The majority correctly holds that Supreme Court's rationale for denying plaintiff's application for increased support, on the basis of full faith and credit and collateral estoppel, was erroneous. Nonetheless, the majority rules that the result was proper, apparently on the ground that the granting of the divorce in Pennsylvania terminated any existing matrimonial proceedings in New York and, therefore, the New York court lacked personal jurisdiction over plaintiff to impose any further obligation of defendant's support. The majority's suggestion that, despite the denial of her application, defendant may still have a New York remedy by bringing a proceeding for postforeign divorce maintenance pursuant to Domestic Relations Law § 236 (B) (2) is unrealistic, in view of the distinct unlikelihood that personal jurisdiction over plaintiff, now a Pennsylvania resident, could be acquired in this State in a new proceeding under section 236 (B) (2).
Under these circumstances, and in the interest of justice, we should have converted defendant's support-related application herein to a proceeding for postforeign divorce maintenance under Domestic Relations Law § 236 (B) (2), reversed Supreme Court's dismissal and remitted for trial or other disposition of the request for maintenance. Clearly, defendant's moving papers on her application for increased support were amply sufficient to provide plaintiff with notice of the relief sought and of the facts upon which the application was based, and thereby fulfilled the purpose of any pleading necessary to initiate a proceeding for postdivorce maintenance (see, Matter of Marmo v. Department of Envtl. Conservation, 134 A.D.2d 260, 261). Thus, the form in which defendant's application was made should not prevent her from litigating the merits of the application (see, supra).

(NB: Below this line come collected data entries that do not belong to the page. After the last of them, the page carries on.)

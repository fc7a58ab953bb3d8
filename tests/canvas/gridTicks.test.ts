import { describe, expect, it } from 'vitest';
import { gridLines } from '../../src/canvas/gridTicks';
import { formatFixed } from '../../src/format/formatQuantity';
import { niceStep as ladder, stepDecimals } from '../../src/format/niceTicks';

const niceStep = (raw: number) => ladder(raw, 1, 'up');
import { fitCalibration } from '../../src/core/calibration/fitCalibration';

describe('niceStep', () => {
  it('niceStep rounds up to 1, 2 or 5 times a power of ten', () => {
    expect(niceStep(0.7)).toBe(1);
    expect(niceStep(1)).toBe(1);
    expect(niceStep(1.2)).toBe(2);
    expect(niceStep(3)).toBe(5);
    expect(niceStep(7)).toBe(10);
    expect(niceStep(230)).toBe(500);
    expect(niceStep(0.0031)).toBeCloseTo(0.005, 12);
    expect(niceStep(0)).toBeNaN();
  });
  it('stepDecimals gives the digits that separate ticks', () => {
    expect(stepDecimals(500)).toBe(0);
    expect(stepDecimals(1)).toBe(0);
    expect(stepDecimals(0.5)).toBe(1);
    expect(stepDecimals(0.02)).toBe(2);
  });
});

describe('gridLines', () => {
  // Axis calibration: u 0..1000 px -> x 0..5000 m; v 0..500 px -> z 0..-1000 m (v down, z up; VE 2.5).
  const cal = fitCalibration({
    kind: 'axes',
    xPoints: [{ u: 0, v: 0, value: 0 }, { u: 1000, v: 0, value: 5000 }],
    zPoints: [{ u: 0, v: 0, value: 0 }, { u: 0, v: 500, value: -1000 }],
  });
  if (!cal.ok) throw new Error(cal.message);
  it('gridLines puts vertical lines at round x values, each at the screen position the calibration maps it to', () => {
    const cam = { scale: 1, x: 0, y: 0 };
    const g = gridLines(cal.fit, cam, 1000, 500, 100);
    expect(g.stepX).toBe(500); // 100 px × 5 m/px
    expect(g.stepZ).toBe(200); // 100 px × 2 m/px
    expect(g.x.map((l) => l.value)).toEqual([0, 500, 1000, 1500, 2000, 2500, 3000, 3500, 4000, 4500, 5000]);
    for (const l of g.x) {
      expect(l.from[0]).toBeCloseTo(l.value / 5, 9);
      expect(l.to[0]).toBeCloseTo(l.value / 5, 9);
    }
    for (const l of g.z) expect(l.from[1]).toBeCloseTo(-l.value / 2, 9);
  });
  it('gridLines spacing follows the zoom so lines stay about the target apart on screen', () => {
    for (const scale of [0.05, 0.3, 1, 4, 40]) {
      const g = gridLines(cal.fit, { scale, x: 0, y: 0 }, 1400, 900, 100);
      const px = (g.stepX / 5) * scale;
      expect(px).toBeGreaterThanOrEqual(100 - 1e-9);
      expect(px).toBeLessThanOrEqual(500 + 1e-9);
    }
  });
  it('gridLines without a calibration is a grid of image pixels', () => {
    const g = gridLines(null, { scale: 2, x: 10, y: 0 }, 400, 200, 100);
    expect(g.stepX).toBe(50);
    expect(g.x[0].value).toBe(0);
    expect(g.x[0].from[0]).toBe(10);
  });
});

describe('formatFixed', () => {
  it('formatFixed writes negative values with the minus sign U+2212 (Unicode MINUS SIGN) and never "−0"', () => {
    expect(formatFixed(-2800, 0)).toBe('\u22122800');
    expect(formatFixed(-1250.46, 1)).toBe('\u22121250.5');
    expect(formatFixed(-0.04, 1)).toBe('0.0');
    expect(formatFixed(-0, 0)).toBe('0');
    expect(formatFixed(37.5, 1)).toBe('37.5');
  });
});
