// UI benchmark (a script, not a test): builds the app into its own folder, serves it, drives headless Chromium
// and prints, for each piece of work a geologist feels, what it took beside the floor for the same work measured
// in the same page, their ratio and the longest main-thread task it caused (PerformanceObserver 'longtask').
//
//   npm run bench:ui [-- --scans 1,25,100,200 --png-sizes screen,a3-300 --vertices 2000,20000,100000 --runs 3 --no-uncapped --no-scans
//                       --no-documents --trace-mp 200 --no-trace --only-trace --moves 60 --trace-profile folder
//                       --profile folder --first-move-trace folder --open-trace folder --export-trace folder --no-continuous --no-canvas-floor
//                       --drag-trace folder --drag-invalidations]
//   BENCH_DIST=folder skips the build and serves that folder.
//
// Rows (each the median of --runs runs where a run is repeatable):
// - pan: frame intervals while panning a 1 MP and the largest scan (fitted, and at 1:1); floor: the page's idle
//   frame interval. Twice: frame rate capped at the display's, and uncapped (a frame then takes what its work takes).
// - open scan at each size: drop → shown (timed in the page: the frame that first draws it done); floor: createImageBitmap of the same file in the same page, and beside it
//   decode + one drawn frame (the bitmap drawn fitted on one canvas of the view's size, timed to a task after that frame). With it the
//   memory of the renderer process that hosts the page (resident, and its private, file and shared parts; the
//   browser's other renderer processes hold nothing of the app and are printed beside it) against the scan's RGBA
//   size, and against that renderer before any scan plus the RGBA size (what holding the decoded scan cannot go
//   under), with Chromium's own account of it by allocator (scripts/rendererMemory.ts); then, for the largest scan
//   before its exports, the renderer once it is replaced by a 1 MP one (and again at the end, after the export floors).
// - export PNG at each offered size (--png-sizes screen,a4-150,a4-300,a3-300) and scan size: the button's click event →
//   the file handed to the browser's download, both in the page (Playwright's click → download event in the note);
//   floor: the same figure (the markup of the app's SVG export) drawn by the browser with the scan at the PNG's
//   resolution through its matrix, and that canvas encoded as PNG, in the same page (exportFloor); with the longest
//   main-thread task and the main thread's heap peak against the PNG's pixel bytes; the app's own time (its click
//   handler → the file handed to the download, without Playwright's click and download event) and each step's
//   share (src/io/exportFigure.ts PNG_STEP_MARK). --no-documents leaves out the big-document rows.
// - big documents (12 horizons × each --vertices): opening the section file, the first move of a regional drag,
//   single and Shift (every regional) drags waiting for the numbers, a continuous drag at 60 moves a second, the
//   autosave task after the edit; floor: one 16.7 ms frame. The first move is also timed to the end of its frame on
//   the main thread (layout, paint and commit included), beside the same drag's later moves timed so. Each continuous
//   drag again against the browser's floor for its canvases (unless --no-canvas-floor): a bare page with the same
//   canvases, the ones a move redraws put back with one drawImage a move, timed the same way (canvasFloor).
//   --profile keeps a CPU profile (and a trace) of the opens,
//   first moves and continuous drags; --drag-trace keeps only a Chromium trace of each continuous drag and prints
//   one move by phase (script, style, layout, paint, raster) and what was painted; with --drag-invalidations also
//   what invalidated style, layout and paint.
// - tracing on a --trace-mp scan (default 200 MP): Draw horizon, an anchor on a drawn line, the pointer moved
//   3,000 px along it; the first preview that follows the line (the rough one), the full-resolution preview (when
//   the preview stops changing), and each of --moves later pointer positions of a few pixels: move → preview
//   redrawn, and move → the full-resolution trace to that position drawn (no stand-in left); floor: one 16.7 ms
//   frame. The machine's load average is printed with them. --trace-profile keeps a Chromium trace of the later
//   moves there and prints, for the slowest, what each thread ran between the move and its trace drawn. Then the renderer's memory with the scan open, before tracing and after the
//   stretch is placed: the difference is what tracing holds.
// The script fails loudly (exit 1) when what it meant to open is not open or a measurement saw nothing.
import { execFileSync } from 'node:child_process';
import { loadavg } from 'node:os';
import { chromium, type Page } from '@playwright/test';
import { forwardSection } from '../src/core/forward/forwardSection';
import { sectionToProjectDoc } from '../src/core/model/migrations/sectionToProjectDoc';
import type { LineSection as Section } from '../src/core/model/section';
import { fitCamera } from '../src/state/camera';
import { SCAN_SHOWN_MARK } from '../src/state/scanTilesPyramid';
import { LONG_TASKS, longestSince, pageNow as now } from './pageTasks';
import { startPreview } from './previewServer';
import { allocatorLine, pageRendererMemory, rendererAllocators, residentLine, type ProcessMemory } from './rendererMemory';
import { DRAG_TRACE_CATEGORIES, INVALIDATION_CATEGORY, printDragTrace, type DragTraceEvent } from './dragTrace';
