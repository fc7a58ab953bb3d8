// A section file with faults and horizons in pieces opens in the workspace through the real opener
// (openProjectFile): faults, one flat list of vertices per horizon with its joins, and the analysis of
// the opened document gives the forward model's D and zd (vertical simple shear over a ramp-flat fault;
// Gibbs 1983, J. Struct. Geol. 5, for the construction; exact areas our derivation, docs/method.md §Forward models).
import { describe, expect, it, vi } from 'vitest';
import { analyseDoc } from '../../src/core/analysis/analyseDocGesture';
import { faultedSection } from '../../src/core/forward/faultedSection';
import type { XZ } from '../../src/core/model/section';
import { expectClose } from '../expectClose';

vi.mock('../../src/io/decodeScan', () => ({ decodeScan: vi.fn(async () => ({ ok: false, message: 'no decoding in tests' })) }));
const { openProjectFile } = await import('../../src/state/projectActions');
const { useDocStore } = await import('../../src/state/docStore');
const { useSessionStore } = await import('../../src/state/sessionStore');

const fault: XZ[] = [[-6000, -2500], [5000, -2500], [7000, -1000], [8500, 600], [30000, 600]];

describe('opening a faulted section file in the workspace', () => {
  for (const [label, D] of [['thrust', 1200], ['normal fault', -900]] as const) {
    it(`opens a ${label} with its fault and joins and gives D and zd`, async () => {
      const { section, truth } = faultedSection({
        units: 'm', pins: [0, 16000], displacement: D, fault, faultName: 'Lower ramp',
        horizons: [{ name: 'Upper bed', regionalElevation: 200 }, { name: 'Lower bed', regionalElevation: -1400 }],
      });
      vi.stubGlobal('window', { confirm: () => true });
      useDocStore.getState().markSaved();
      expect(await openProjectFile(new File([JSON.stringify(section)], 'ramp.json'))).toBe(true);
      vi.unstubAllGlobals();
      const doc = useDocStore.getState().doc;
      expect(useSessionStore.getState().message?.text).toContain('Opened ramp.json');
      expect(doc.faults.map((f) => f.name)).toEqual(['Lower ramp']);
      doc.horizons.forEach((h, i) => {
        expect(h.joins).toEqual([{ at: section.horizons[i].pieces![0].length, faultId: doc.faults[0].id }]);
      });
      const a = analyseDoc(doc);
      if (!a.outcome?.ok) throw new Error('no analysis');
      expectClose(a.outcome.analysis.areaDepth!.displacement, D, 1e-9);
      expectClose(a.outcome.analysis.areaDepth!.detachmentElevation!, truth.detachmentElevation, 1e-9);
      expect(a.outcome.analysis.horizons.map((h) => h.pieces)).toEqual([2, 2]);
    });
  }
});
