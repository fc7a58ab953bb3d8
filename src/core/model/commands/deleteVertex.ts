import type { ProjectDoc } from '../projectDoc';
import { updateHorizon } from './updateHorizon';

/**
 * Returns the document without vertex i of the horizon; cuts by faults after i move down one. Unchanged when the
 * horizon, or the piece the vertex belongs to, would keep fewer than two vertices.
 */
export function deleteVertex(doc: ProjectDoc, horizonId: string, i: number): ProjectDoc {
  return updateHorizon(doc, horizonId, (h) => {
    if (i < 0 || i >= h.pointsPx.length || h.pointsPx.length <= 2) return h;
    const starts = [0, ...h.joins.map((j) => j.at), h.pointsPx.length];
    for (let k = 0; k + 1 < starts.length; k++) if (i >= starts[k] && i < starts[k + 1] && starts[k + 1] - starts[k] <= 2) return h;
    const pointsPx = h.pointsPx.filter((_, k) => k !== i);
    const projected: [number, number][] = [];
    for (const [a, b] of h.projected) {
      const na = a > i ? a - 1 : a;
      const nb = b >= i ? b - 1 : b;
      if (nb > na) projected.push([na, nb]);
    }
    const joins = h.joins.map((j) => (j.at > i ? { ...j, at: j.at - 1 } : j));
    return { ...h, pointsPx, projected, joins };
  });
}
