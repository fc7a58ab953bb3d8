import type { ProjectDoc } from '../projectDoc';

// Horizon names key the results (the section file, the CLI and the validator refuse a name used
// twice), so a rename must never give two horizons one name.

/** Returns true when a horizon other than `horizonId` already has the trimmed `name`; false for a blank name. */
export function horizonNameTaken(doc: ProjectDoc, horizonId: string, name: string): boolean {
  const trimmed = name.trim();
  if (trimmed === '') return false;
  return doc.horizons.some((h) => h.id !== horizonId && (h.name === trimmed || h.name.trim() === trimmed));
}
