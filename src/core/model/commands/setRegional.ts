import type { ImagePx, ProjectDoc } from '../projectDoc';
import { updateScenario } from './updateScenario';

/** Returns the document with the horizon's regional (image pixels, >= 2 points) in the scenario set, or removed when null. */
export function setRegional(doc: ProjectDoc, horizonId: string, pointsPx: ImagePx[] | null, scenarioId?: string): ProjectDoc {
  return updateScenario(doc, (s) => {
    const regionals = { ...s.regionals };
    if (pointsPx && pointsPx.length >= 2) regionals[horizonId] = pointsPx.map(([u, v]) => [u, v]);
    else if (horizonId in regionals) delete regionals[horizonId];
    else return s;
    return { ...s, regionals };
  }, scenarioId);
}
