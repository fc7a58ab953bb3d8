import { interpolateZAt } from '../../geometry/interpolateZAt';
import type { FittedCalibration } from '../../calibration/fitCalibration';
import { imageToSection } from '../../calibration/mapPoints';
import type { DocHorizon } from '../projectDoc';

/** Returns the horizon's mean elevation where it crosses the pins x = pL, pR (section units), from whichever pins it reaches; NaN if neither. */
export function horizonLevelAtPins(h: DocHorizon, frame: FittedCalibration, pins: [number, number]): number {
  const pts = h.pointsPx.map((p) => imageToSection(frame, p));
  const xs = pts.map((q) => q[0]);
  const zs = pts.map((q) => q[1]);
  const at = pins.map((x) => interpolateZAt(xs, zs, x)).filter((z) => Number.isFinite(z));
  return at.length ? at.reduce((s, z) => s + z, 0) / at.length : Number.NaN;
}
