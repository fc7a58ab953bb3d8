import type { Calibration, ProjectDoc } from '../projectDoc';
import type { CalibrationPointRef } from './calibrationPointRef';

/**
 * Returns the document with a calibration point added at image pixel (u, v): a control point of known
 * (x, z) for 'points', a known x or z for 'xPoints' / 'zPoints'. A calibration of the other kind is
 * replaced by a new one of the needed kind (undoable like every edit).
 */
export function addCalibrationPoint(doc: ProjectDoc, list: CalibrationPointRef['list'], u: number, v: number, known: { x?: number; z?: number; value?: number }): ProjectDoc {
  const cal: Calibration | null = doc.calibration;
  if (list === 'points') {
    const points = cal?.kind === 'affine' ? cal.points : [];
    return { ...doc, calibration: { kind: 'affine', points: [...points, { u, v, x: known.x ?? 0, z: known.z ?? 0 }] } };
  }
  const base = cal?.kind === 'axes' ? cal : { kind: 'axes' as const, xPoints: [], zPoints: [] };
  const point = { u, v, value: known.value ?? 0 };
  return { ...doc, calibration: { ...base, [list]: [...base[list], point] } };
}
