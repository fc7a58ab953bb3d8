import type { DocHorizon, ProjectDoc } from '../projectDoc';
import { updateHorizon } from './updateHorizon';

export type HorizonStyle = Partial<Pick<DocHorizon, 'colour' | 'visible' | 'locked'>>;

/** Returns the document with the horizon's colour, visibility or lock changed; unchanged when nothing differs. */
export function setHorizonStyle(doc: ProjectDoc, horizonId: string, style: HorizonStyle): ProjectDoc {
  return updateHorizon(doc, horizonId, (h) => {
    const same = (Object.keys(style) as (keyof HorizonStyle)[]).every((k) => style[k] === undefined || style[k] === h[k]);
    return same ? h : { ...h, ...style };
  });
}
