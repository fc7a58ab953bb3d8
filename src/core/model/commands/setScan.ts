import type { ProjectDoc, ScanRef } from '../projectDoc';

/** Returns the document with its scan replaced; the digitised work is kept (it lives in image pixels). */
export function setScan(doc: ProjectDoc, scan: ScanRef): ProjectDoc {
  return { ...doc, scan };
}
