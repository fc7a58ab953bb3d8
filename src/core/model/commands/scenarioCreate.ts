import type { ProjectDoc } from '../projectDoc';
import { scenarioNextId } from './scenarioNextId';
import { scenarioUniqueName } from './scenarioUniqueName';

/** Returns the document with a new empty scenario (no pins, no regionals) added after the others and made active. */
export function scenarioCreate(doc: ProjectDoc, name: string): ProjectDoc {
  const id = scenarioNextId(doc);
  const scenario = { id, name: scenarioUniqueName(doc, name), pinsPx: null, regionals: {}, excluded: [] };
  return { ...doc, scenarios: [...doc.scenarios, scenario], activeScenarioId: id };
}
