import type { DocHorizon, ImagePx, ProjectDoc } from '../projectDoc';

/** Returns the next free horizon id ("h1", "h2", …), from the highest numbered id in the document. */
export function nextHorizonId(doc: ProjectDoc): string {
  let max = 0;
  for (const h of doc.horizons) {
    const m = /^h(\d+)$/.exec(h.id);
    if (m) max = Math.max(max, Number(m[1]));
  }
  return `h${max + 1}`;
}

/** Returns the document with a new horizon (image-pixel vertices) inserted at `index` (default: the end, i.e. oldest); unchanged if the id exists. */
export function addHorizon(
  doc: ProjectDoc,
  horizon: { id: string; name: string; colour: string; pointsPx: ImagePx[] } & Partial<DocHorizon>,
  index = doc.horizons.length,
): ProjectDoc {
  if (doc.horizons.some((h) => h.id === horizon.id)) return doc;
  const h: DocHorizon = {
    visible: true, locked: false, projected: [], ...horizon,
    pointsPx: horizon.pointsPx.map(([u, v]) => [u, v]),
  };
  const horizons = doc.horizons.slice();
  horizons.splice(Math.max(0, Math.min(index, horizons.length)), 0, h);
  return { ...doc, horizons };
}
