import { describe, expect, it } from 'vitest';
import { imageToSection } from '../../src/core/calibration/mapPoints';
import { shoelaceArea } from '../../src/core/geometry/shoelaceArea';
import { clippedHorizonPx, excessFillGeometry, excessFillSides } from '../../src/canvas/excessFillGeometry';
import { joinedLinePx } from '../../src/canvas/joinedLinePx';
import { piecesOfPoints } from '../../src/core/model/piecesOfPoints';
import { decimateAfterPrefix, decimatePolyline, decimatePrefix } from '../../src/canvas/decimatePolyline';
import { expectClose } from '../expectClose';
import { faultedPx } from './faultedFixture';

/** Excess area (m²) enclosed by a fill loop (image px): horizon left → right, regional back; above the regional positive. */
function loopArea(loop: number[], frame: ReturnType<typeof faultedPx>['frame']): number {
  const xs: number[] = [];
  const zs: number[] = [];
  for (let i = 0; i < loop.length; i += 2) {
    const [x, z] = imageToSection(frame, [loop[i], loop[i + 1]]);
    xs.push(x);
    zs.push(z);
  }
  return -shoelaceArea(xs, zs);
}

describe('joinedLinePx', () => {
  it('joinedLinePx(line, no joins) is the line itself, no segment along a fault', () => {
    const line: [number, number][] = [[0, 0], [5, 1], [9, 0]];
    expect(joinedLinePx(line, [], [])).toEqual({ points: line, alongFault: [false, false], pieceStarts: [0] });
  });

  it('piecesOfPoints splits at each join and ignores joins out of range', () => {
    const pts: [number, number][] = [[0, 0], [1, 0], [2, 0], [3, 0], [4, 0]];
    expect(piecesOfPoints(pts, [{ at: 2, faultId: 'f' }, { at: 9, faultId: 'f' }]).map((p) => p.length)).toEqual([2, 3]);
  });

  for (const [label, D] of [['thrust', 1500], ['normal fault', -1200]] as const) {
    for (const rightToLeft of [false, true]) {
      it(`the fill loop of the joined line encloses the forward model's D·(z_r − zd) (${label}, ${rightToLeft ? 'right to left' : 'left to right'})`, () => {
        // Forward model (Gibbs 1983 construction; docs/method.md §Forward models): exact excess area D·(z_r − zd).
        const s = faultedPx(D, rightToLeft);
        s.horizons.forEach((h, i) => {
          const joined = joinedLinePx(h.pointsPx, h.joins, [{ id: 'fault-1', pointsPx: s.faultPx }]);
          expect(joined.pieceStarts).toHaveLength(2);
          expect(joined.alongFault.some((a) => a)).toBe(true);
          const whole = excessFillGeometry(joined.points, h.regionalPx, s.pins, s.frame);
          expect(whole, `horizon ${i}`).not.toBeNull();
          expectClose(loopArea(whole!.loop, s.frame), s.truth.horizons[i].excessArea, 1e-9, { label: `horizon ${i}` });
          // Without the fault stretch the loop is wrong: the pieces alone do not enclose the excess area.
          const unjoined = excessFillGeometry(h.pointsPx, h.regionalPx, s.pins, s.frame);
          if (unjoined) expect(Math.abs(loopArea(unjoined.loop, s.frame) - s.truth.horizons[i].excessArea)).toBeGreaterThan(1);
        });
      });
    }
  }

  it('the incremental fill of a joined line (kept horizon side, regional side rebuilt) matches the fill built whole', () => {
    const s = faultedPx(1500);
    const h = s.horizons[1];
    const joined = joinedLinePx(h.pointsPx, h.joins, [{ id: 'fault-1', pointsPx: s.faultPx }]).points;
    const head = clippedHorizonPx(joined, s.pins, s.frame)!;
    for (const dv of [0, -3, 7.5, 40]) {
      const regional = h.regionalPx.map(([u, v]) => [u, v + dv] as [number, number]);
      const whole = excessFillGeometry(joined, regional, s.pins, s.frame)!;
      const sides = excessFillSides(regional, s.pins, s.frame, head)!;
      expect(head.loopHead.concat(sides.loopTail)).toEqual(whole.loop);
      const d = decimatePrefix(head.loopHead, 0.37, [-800, 1600]);
      expect(decimateAfterPrefix(d, sides.loopTail, 0.37, [-800, 1600])).toEqual(decimatePolyline(whole.loop, 0.37, [-800, 1600]));
    }
  });
});
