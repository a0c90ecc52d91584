/**
 * Identification: simulate every candidate under every micrograph's
 * condition, register each simulation to its micrograph, score the
 * candidates over all micrographs together, and judge whether the best one
 * stands out from the noise (ranking.ts explains the score and the rule).
 *
 * Work plan (rendering dominates; registration is a few ms per pair):
 *  1. render each candidate once per micrograph, in the micrograph's view
 *     (g at the micrograph's angle, its pixel size, crop plus margin);
 *  2. register every candidate by shift only, score, rank;
 *  3. register the leading candidates with rotation and scale as well; the
 *     micrograph's rotation and scale found for the best of them are then
 *     used for all other candidates (they belong to the micrograph, not the
 *     candidate), shift re-optimised; rank again (repeat if the leaders change);
 *  4. bootstrap the leaders' scores for the verdict.
 */
import type { Scenario } from '../scenario/types.js';
import { InputError, InternalError } from '../errors.js';
import { identificationCandidates, variantScenario, visibilityNote, type Candidate, type VisibilityNote } from './candidates.js';
import { simulateView, type Renderer } from './simulateView.js';
import { cachedRenderer } from './renderCache.js';
import { DEFAULT_FIT, type FitSettings } from './fitSettings.js';
import { nuisanceModel } from './nuisance.js';
import { fitCandidate, fitViews } from './fitCandidate.js';
import { absoluteFit, edgeFlag, finalVerdict, flipFlag, FLIP_MARGIN, freeR2, type AbsoluteFit, type ConsistencyFlag } from './identifyChecks.js';
import type { Condition } from '../scenario/types.js';
import { viewGroups, type PreparedMicrograph } from './identifyMicrographs.js';
import { seededRandom } from './identifyRandom.js';
import { planeRemoved, removePlane } from './preprocess.js';
import { blockResample, correlationLength, decide, DEFAULT_SIGMAS, DEFAULT_SPREAD, fitAmplitudes, pairStats, type PairStats, type Verdict } from './ranking.js';
import { DEFAULT_MAX_ROTATION_DEG, DEFAULT_MAX_SCALE, createCorrelator, extractWindow, findPeak, register, registerGroup, type Correlator, type PreparedTemplate, type RegistrationOptions, type RegistrationResult } from './registration.js';
import { describeElasticity } from '../elasticity/elasticityNote.js';
import { resolveCondition } from '../imaging/resolveCondition.js';
import { describeSurfaces } from '../imaging/surfaceNote.js';

export type { Renderer } from './simulateView.js';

Nor is relief barred here because of lack of personal jurisdiction over plaintiff with respect to defendant's application, as the majority apparently concludes. Uncontestably, upon his motion for reargument plaintiff submitted papers opposing defendant's application on the merits and thereby personally submitted himself to the jurisdiction of the court (see, Siegel, N.Y. Prac § 112, at 177-178 [2d ed]; see also, Matter of Dewar v. Cigarette Serv., 5 A.D.2d 764; Matter of Gem Credit Corp. v. Consolidated Edison Co., 25 Misc.2d 359, 360, mod on other grounds 13 A.D.2d 535, appeal dismissed 11 N.Y.2d 876; 5 N.Y. Jur 2d, Article 78 and Related Proceedings, § 147, at 572). Consequently, Supreme Court had acquired jurisdiction over the parties and there is no reason why this Court should not convert plaintiff's application to a proceeding in its proper form, i.e., an application for postforeign divorce maintenance (see, CPLR 103 [c]).
CASEY and HARVEY, JJ., concur with MAHONEY, J.; LEVINE, J.P., and MERCURE, J., dissent in a separate opinion by LEVINE, J.P.
Ordered that the order is affirmed, without costs.